Start of EXERCISE INPUT

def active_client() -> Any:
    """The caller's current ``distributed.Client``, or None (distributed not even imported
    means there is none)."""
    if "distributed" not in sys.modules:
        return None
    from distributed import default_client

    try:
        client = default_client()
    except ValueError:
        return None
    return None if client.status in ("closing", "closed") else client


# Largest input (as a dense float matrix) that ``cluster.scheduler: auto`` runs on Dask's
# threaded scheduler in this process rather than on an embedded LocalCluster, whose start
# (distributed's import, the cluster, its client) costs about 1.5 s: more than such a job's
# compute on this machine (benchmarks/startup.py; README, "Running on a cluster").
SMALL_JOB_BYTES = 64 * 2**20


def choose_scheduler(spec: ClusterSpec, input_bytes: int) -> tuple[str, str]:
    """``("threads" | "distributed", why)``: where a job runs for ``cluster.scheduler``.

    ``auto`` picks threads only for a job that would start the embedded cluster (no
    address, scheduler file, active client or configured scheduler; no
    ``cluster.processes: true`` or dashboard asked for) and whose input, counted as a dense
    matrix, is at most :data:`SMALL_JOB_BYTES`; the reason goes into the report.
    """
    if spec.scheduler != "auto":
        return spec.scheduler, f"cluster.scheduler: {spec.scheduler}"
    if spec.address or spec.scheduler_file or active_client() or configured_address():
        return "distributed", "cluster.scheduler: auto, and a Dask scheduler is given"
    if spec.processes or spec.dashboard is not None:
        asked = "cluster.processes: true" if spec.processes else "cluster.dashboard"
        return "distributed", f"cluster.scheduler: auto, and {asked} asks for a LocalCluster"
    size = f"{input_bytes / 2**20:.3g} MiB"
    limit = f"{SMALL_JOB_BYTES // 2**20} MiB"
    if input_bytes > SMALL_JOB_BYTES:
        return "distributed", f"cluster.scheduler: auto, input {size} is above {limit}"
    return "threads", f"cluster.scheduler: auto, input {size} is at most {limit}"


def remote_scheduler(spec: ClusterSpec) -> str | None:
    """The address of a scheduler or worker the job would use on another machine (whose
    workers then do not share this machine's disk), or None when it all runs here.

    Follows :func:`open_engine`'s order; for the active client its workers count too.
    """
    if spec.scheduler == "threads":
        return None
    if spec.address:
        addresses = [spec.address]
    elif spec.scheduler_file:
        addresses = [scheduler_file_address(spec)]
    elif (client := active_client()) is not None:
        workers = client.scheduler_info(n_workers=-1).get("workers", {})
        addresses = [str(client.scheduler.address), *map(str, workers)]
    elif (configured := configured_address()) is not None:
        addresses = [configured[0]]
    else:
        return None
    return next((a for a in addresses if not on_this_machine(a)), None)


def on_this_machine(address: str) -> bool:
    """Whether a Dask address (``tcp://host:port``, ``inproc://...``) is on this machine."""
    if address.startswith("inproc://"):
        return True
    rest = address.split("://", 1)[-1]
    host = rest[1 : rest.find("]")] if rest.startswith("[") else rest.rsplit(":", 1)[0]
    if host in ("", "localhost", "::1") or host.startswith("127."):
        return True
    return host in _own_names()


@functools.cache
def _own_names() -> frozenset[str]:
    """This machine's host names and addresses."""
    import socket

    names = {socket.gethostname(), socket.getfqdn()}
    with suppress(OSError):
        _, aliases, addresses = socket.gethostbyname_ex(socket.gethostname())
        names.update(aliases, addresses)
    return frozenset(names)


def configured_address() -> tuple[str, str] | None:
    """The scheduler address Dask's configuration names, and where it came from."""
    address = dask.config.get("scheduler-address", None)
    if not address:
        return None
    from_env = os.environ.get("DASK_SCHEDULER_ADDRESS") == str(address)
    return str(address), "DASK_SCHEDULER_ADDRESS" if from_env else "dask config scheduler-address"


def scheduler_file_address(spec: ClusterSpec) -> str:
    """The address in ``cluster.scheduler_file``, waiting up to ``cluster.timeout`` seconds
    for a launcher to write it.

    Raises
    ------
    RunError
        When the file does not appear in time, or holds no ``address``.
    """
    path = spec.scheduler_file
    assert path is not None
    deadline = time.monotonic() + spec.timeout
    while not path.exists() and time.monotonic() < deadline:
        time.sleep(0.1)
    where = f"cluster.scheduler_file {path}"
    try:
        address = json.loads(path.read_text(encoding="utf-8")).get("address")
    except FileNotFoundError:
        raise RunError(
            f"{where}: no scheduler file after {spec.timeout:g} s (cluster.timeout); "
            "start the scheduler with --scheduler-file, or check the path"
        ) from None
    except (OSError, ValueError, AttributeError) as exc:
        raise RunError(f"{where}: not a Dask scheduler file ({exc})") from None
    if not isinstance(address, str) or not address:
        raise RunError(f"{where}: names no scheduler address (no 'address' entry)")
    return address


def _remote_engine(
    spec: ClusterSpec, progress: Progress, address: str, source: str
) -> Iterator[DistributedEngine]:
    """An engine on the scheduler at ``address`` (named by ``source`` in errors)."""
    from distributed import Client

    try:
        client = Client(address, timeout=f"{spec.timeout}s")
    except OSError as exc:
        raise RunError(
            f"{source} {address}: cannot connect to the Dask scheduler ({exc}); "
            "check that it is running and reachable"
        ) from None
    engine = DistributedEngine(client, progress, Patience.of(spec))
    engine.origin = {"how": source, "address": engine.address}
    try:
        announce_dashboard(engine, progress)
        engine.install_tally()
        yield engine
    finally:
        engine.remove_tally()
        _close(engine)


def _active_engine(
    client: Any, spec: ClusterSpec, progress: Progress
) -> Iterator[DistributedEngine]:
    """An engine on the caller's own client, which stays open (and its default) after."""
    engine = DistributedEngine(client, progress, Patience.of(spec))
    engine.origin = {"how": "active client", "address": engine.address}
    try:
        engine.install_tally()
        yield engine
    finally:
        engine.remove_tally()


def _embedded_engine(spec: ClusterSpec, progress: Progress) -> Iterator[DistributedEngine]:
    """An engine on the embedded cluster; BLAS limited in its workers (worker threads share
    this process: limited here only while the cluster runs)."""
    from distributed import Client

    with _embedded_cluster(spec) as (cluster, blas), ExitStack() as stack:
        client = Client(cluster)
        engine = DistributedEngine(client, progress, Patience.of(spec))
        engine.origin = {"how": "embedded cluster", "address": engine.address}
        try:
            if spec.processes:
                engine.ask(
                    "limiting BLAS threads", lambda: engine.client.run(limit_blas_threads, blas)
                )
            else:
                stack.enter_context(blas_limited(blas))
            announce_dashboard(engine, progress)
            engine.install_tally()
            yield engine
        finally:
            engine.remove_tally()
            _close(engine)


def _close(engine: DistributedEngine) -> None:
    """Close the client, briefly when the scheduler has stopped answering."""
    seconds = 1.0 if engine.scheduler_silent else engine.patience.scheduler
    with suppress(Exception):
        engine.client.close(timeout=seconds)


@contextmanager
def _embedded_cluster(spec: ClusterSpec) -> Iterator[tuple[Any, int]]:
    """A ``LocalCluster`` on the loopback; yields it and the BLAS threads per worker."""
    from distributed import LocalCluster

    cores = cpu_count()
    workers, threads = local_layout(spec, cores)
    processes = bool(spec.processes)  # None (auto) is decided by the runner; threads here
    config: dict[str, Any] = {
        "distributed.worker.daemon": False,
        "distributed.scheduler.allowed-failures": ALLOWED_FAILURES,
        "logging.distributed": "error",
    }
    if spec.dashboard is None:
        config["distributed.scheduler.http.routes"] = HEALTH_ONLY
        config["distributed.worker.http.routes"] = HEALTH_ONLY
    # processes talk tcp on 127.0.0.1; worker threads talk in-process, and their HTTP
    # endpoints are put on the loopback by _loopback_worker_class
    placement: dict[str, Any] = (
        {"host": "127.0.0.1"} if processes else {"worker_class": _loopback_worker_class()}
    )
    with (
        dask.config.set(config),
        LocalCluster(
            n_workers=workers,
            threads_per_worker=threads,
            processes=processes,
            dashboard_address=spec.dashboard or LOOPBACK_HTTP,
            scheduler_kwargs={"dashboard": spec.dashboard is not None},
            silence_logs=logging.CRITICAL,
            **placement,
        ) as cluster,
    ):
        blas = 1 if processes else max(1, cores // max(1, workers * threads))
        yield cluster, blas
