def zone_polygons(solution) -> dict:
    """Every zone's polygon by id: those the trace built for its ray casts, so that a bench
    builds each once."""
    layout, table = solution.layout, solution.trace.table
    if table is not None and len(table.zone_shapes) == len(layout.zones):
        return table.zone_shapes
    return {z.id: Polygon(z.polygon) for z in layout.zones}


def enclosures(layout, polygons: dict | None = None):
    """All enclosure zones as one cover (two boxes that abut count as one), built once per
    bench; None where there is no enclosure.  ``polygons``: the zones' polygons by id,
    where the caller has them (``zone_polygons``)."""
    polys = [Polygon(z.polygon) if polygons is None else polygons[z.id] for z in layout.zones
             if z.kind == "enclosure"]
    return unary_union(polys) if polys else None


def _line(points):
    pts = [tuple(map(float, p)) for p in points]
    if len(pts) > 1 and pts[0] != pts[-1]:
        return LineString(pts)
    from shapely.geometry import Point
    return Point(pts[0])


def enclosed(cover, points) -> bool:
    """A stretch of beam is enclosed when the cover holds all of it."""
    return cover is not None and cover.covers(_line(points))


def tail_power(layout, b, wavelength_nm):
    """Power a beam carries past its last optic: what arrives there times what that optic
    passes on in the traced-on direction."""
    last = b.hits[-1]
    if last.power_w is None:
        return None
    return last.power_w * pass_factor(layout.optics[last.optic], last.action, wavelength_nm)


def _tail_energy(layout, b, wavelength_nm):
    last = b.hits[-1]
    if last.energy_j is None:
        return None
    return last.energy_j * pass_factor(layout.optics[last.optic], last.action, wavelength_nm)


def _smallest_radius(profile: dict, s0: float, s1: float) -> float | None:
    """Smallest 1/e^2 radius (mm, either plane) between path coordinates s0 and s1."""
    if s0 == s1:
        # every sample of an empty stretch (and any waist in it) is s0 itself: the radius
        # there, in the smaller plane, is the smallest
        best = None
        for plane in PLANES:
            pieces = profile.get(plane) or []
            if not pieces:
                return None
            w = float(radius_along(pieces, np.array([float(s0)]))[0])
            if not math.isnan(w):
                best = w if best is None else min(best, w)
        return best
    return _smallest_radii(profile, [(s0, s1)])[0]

End of EXERCISE INPUT
Start of EXERCISE INPUT

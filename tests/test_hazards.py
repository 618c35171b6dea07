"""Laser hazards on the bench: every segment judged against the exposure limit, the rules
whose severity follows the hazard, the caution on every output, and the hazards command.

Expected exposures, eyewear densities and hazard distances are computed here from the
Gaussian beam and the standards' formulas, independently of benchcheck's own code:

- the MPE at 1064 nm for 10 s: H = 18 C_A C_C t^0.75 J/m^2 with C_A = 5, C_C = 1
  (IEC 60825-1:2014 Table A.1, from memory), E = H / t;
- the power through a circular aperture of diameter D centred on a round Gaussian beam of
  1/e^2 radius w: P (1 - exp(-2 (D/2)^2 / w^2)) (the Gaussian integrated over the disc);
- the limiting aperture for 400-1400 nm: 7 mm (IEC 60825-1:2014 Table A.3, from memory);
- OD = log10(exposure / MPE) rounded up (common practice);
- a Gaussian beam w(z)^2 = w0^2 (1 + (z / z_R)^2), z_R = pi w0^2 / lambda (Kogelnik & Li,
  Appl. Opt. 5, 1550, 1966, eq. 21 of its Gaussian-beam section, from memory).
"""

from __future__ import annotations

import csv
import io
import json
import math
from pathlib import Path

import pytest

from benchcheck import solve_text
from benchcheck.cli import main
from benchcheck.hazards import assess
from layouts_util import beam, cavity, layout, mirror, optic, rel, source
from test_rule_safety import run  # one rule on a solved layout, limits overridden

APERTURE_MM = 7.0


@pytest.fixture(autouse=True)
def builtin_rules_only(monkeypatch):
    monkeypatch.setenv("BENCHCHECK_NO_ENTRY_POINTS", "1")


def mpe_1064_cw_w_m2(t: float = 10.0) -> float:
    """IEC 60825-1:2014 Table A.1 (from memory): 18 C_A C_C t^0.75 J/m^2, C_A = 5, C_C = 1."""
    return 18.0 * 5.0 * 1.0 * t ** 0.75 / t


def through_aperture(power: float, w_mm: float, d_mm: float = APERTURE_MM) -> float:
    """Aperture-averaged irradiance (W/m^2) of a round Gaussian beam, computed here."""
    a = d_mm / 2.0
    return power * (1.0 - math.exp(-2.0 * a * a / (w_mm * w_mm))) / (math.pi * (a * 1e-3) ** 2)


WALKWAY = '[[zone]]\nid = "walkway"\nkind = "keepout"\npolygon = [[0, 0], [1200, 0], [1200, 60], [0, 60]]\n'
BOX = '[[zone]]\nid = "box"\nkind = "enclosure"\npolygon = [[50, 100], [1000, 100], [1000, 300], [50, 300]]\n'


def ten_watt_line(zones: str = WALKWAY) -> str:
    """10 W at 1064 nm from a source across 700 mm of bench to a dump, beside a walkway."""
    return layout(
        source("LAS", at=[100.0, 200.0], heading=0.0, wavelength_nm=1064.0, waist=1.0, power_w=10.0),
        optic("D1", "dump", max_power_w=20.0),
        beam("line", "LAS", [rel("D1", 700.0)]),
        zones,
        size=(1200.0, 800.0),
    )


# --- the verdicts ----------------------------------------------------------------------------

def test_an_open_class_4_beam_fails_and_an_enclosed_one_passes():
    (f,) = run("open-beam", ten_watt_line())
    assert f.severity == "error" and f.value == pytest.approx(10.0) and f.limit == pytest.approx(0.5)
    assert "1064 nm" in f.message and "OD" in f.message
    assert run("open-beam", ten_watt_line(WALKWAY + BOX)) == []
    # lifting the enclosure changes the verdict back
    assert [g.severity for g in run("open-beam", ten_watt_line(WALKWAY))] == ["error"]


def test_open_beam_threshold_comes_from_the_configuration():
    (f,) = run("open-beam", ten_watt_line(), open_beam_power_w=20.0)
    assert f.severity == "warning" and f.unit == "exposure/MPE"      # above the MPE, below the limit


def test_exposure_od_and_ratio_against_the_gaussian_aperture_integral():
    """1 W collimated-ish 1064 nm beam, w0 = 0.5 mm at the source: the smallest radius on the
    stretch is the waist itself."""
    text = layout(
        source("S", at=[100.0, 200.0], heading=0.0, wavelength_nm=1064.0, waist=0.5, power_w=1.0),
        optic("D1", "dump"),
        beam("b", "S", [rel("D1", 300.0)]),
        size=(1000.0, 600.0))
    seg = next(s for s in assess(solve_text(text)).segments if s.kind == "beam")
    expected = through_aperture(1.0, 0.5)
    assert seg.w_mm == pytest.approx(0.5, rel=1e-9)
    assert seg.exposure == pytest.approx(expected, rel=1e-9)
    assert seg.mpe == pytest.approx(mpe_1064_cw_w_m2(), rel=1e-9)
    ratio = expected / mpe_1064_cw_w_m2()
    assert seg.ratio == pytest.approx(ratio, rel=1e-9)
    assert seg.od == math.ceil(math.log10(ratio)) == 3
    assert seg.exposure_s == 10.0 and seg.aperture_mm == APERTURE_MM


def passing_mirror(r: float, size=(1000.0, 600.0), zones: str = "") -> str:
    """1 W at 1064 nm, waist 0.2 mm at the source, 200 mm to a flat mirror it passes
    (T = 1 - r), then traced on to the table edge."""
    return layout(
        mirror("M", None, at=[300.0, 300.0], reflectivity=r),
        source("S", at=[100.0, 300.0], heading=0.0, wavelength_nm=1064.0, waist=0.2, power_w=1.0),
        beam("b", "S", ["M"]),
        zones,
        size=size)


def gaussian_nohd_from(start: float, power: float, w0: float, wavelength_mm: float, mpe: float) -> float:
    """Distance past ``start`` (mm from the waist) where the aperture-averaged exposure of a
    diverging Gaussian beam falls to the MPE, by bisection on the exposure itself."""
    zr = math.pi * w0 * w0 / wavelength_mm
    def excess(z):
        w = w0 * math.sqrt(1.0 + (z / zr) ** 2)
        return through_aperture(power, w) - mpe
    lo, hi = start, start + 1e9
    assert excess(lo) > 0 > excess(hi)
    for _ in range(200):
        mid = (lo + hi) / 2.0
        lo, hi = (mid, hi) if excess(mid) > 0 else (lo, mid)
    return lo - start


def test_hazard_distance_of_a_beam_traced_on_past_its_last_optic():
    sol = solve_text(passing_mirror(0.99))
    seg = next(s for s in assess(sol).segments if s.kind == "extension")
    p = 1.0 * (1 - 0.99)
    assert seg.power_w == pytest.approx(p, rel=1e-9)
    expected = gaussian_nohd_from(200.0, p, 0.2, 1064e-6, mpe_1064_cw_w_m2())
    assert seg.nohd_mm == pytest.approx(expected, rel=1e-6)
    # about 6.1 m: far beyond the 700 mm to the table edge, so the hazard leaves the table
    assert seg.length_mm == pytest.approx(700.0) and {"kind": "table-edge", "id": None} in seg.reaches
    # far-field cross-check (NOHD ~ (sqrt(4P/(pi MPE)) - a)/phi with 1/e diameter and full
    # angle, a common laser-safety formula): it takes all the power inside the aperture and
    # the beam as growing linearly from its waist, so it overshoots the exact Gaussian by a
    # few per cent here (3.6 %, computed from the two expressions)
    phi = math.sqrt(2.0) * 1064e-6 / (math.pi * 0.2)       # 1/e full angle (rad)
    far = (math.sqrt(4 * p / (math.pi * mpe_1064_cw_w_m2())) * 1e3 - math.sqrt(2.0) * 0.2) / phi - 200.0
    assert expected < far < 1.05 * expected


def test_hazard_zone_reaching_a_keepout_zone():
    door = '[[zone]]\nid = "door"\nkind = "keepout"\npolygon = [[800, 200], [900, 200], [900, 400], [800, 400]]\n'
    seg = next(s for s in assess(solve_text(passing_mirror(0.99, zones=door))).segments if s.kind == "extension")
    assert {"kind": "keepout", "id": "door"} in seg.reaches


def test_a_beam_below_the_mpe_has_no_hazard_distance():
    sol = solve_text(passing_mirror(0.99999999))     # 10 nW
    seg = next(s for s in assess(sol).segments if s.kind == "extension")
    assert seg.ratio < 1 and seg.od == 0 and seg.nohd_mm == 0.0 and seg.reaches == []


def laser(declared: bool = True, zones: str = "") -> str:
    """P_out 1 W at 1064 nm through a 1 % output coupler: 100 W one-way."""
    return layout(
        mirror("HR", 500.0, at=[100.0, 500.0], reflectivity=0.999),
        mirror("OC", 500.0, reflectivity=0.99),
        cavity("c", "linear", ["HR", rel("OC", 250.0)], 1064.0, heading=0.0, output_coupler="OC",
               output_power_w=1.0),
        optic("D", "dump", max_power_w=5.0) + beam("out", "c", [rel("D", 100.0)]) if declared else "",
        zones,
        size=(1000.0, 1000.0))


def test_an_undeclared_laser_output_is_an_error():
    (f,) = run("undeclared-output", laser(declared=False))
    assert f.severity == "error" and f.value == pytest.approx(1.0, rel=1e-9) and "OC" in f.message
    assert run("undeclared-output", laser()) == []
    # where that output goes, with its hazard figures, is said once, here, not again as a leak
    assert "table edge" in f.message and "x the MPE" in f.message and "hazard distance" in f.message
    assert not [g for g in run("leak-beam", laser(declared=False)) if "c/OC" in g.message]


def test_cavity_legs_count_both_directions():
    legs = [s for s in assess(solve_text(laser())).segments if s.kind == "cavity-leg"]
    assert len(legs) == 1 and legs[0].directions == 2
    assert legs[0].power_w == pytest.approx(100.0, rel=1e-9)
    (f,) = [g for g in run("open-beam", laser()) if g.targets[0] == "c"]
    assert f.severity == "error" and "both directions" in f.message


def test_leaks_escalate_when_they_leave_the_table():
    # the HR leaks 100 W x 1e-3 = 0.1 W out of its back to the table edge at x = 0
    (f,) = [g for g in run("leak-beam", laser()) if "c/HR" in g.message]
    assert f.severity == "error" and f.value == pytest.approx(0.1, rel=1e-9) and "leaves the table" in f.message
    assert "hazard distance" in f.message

End of EXERCISE INPUT
Start of EXERCISE INPUT

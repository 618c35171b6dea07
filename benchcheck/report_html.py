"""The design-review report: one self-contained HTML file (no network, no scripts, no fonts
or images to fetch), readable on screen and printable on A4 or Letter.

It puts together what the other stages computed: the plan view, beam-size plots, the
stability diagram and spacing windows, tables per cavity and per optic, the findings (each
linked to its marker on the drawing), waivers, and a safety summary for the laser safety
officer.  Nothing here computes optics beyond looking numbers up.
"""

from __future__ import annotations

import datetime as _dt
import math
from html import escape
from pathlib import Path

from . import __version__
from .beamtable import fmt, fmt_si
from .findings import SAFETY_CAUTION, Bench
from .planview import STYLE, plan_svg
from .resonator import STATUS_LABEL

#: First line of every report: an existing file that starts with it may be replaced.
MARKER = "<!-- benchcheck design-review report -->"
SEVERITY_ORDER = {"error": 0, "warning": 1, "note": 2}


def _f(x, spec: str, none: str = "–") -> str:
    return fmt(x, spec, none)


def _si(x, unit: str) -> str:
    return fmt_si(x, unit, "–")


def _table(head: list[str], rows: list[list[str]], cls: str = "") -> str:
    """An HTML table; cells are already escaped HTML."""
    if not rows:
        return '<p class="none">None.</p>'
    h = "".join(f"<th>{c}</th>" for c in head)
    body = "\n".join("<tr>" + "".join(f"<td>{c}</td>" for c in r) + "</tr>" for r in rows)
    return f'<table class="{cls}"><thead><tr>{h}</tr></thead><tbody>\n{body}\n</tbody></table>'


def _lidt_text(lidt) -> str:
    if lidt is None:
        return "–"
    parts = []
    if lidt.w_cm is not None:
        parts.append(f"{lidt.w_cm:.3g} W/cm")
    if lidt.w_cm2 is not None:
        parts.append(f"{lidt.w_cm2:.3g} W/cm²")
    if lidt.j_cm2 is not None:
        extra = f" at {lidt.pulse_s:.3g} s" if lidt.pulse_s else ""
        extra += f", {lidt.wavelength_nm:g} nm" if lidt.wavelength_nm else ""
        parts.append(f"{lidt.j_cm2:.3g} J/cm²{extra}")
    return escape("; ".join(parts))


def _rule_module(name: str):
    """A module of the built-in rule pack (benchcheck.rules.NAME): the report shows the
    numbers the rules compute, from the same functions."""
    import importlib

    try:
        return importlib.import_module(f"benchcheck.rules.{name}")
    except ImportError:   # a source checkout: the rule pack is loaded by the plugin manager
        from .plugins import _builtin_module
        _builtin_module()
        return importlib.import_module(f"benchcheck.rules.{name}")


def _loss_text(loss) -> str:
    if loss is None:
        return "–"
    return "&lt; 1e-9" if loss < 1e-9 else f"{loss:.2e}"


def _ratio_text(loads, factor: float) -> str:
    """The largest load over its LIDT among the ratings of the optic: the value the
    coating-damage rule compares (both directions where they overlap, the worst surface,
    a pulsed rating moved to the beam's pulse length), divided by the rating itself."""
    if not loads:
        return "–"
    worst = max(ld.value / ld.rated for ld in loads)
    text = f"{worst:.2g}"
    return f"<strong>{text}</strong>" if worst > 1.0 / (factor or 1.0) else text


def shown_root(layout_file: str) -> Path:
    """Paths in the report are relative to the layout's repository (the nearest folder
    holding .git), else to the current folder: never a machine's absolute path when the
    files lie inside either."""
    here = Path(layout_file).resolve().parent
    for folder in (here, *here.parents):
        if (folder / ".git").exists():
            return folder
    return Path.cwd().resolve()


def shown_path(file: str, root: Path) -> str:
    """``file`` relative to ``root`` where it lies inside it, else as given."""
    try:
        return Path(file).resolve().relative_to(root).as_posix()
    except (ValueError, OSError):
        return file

End of EXERCISE INPUT

## PROBLEM DETAILS
Among the entries above, locate the lines containing "def _ratio_text(loads, factor: float)" and "def shown_root(layout_file: str)", and transcribe exactly those two lines and all lines between.

## WRITTEN ANSWER
def _ratio_text(loads, factor: float) -> str:
    """The largest load over its LIDT among the ratings of the optic: the value the
    coating-damage rule compares (both directions where they overlap, the worst surface,
    a pulsed rating moved to the beam's pulse length), divided by the rating itself."""
    if not loads:
        return "–"
    worst = max(ld.value / ld.rated for ld in loads)
    text = f"{worst:.2g}"
    return f"<strong>{text}</strong>" if worst > 1.0 / (factor or 1.0) else text


def shown_root(layout_file: str) -> Path:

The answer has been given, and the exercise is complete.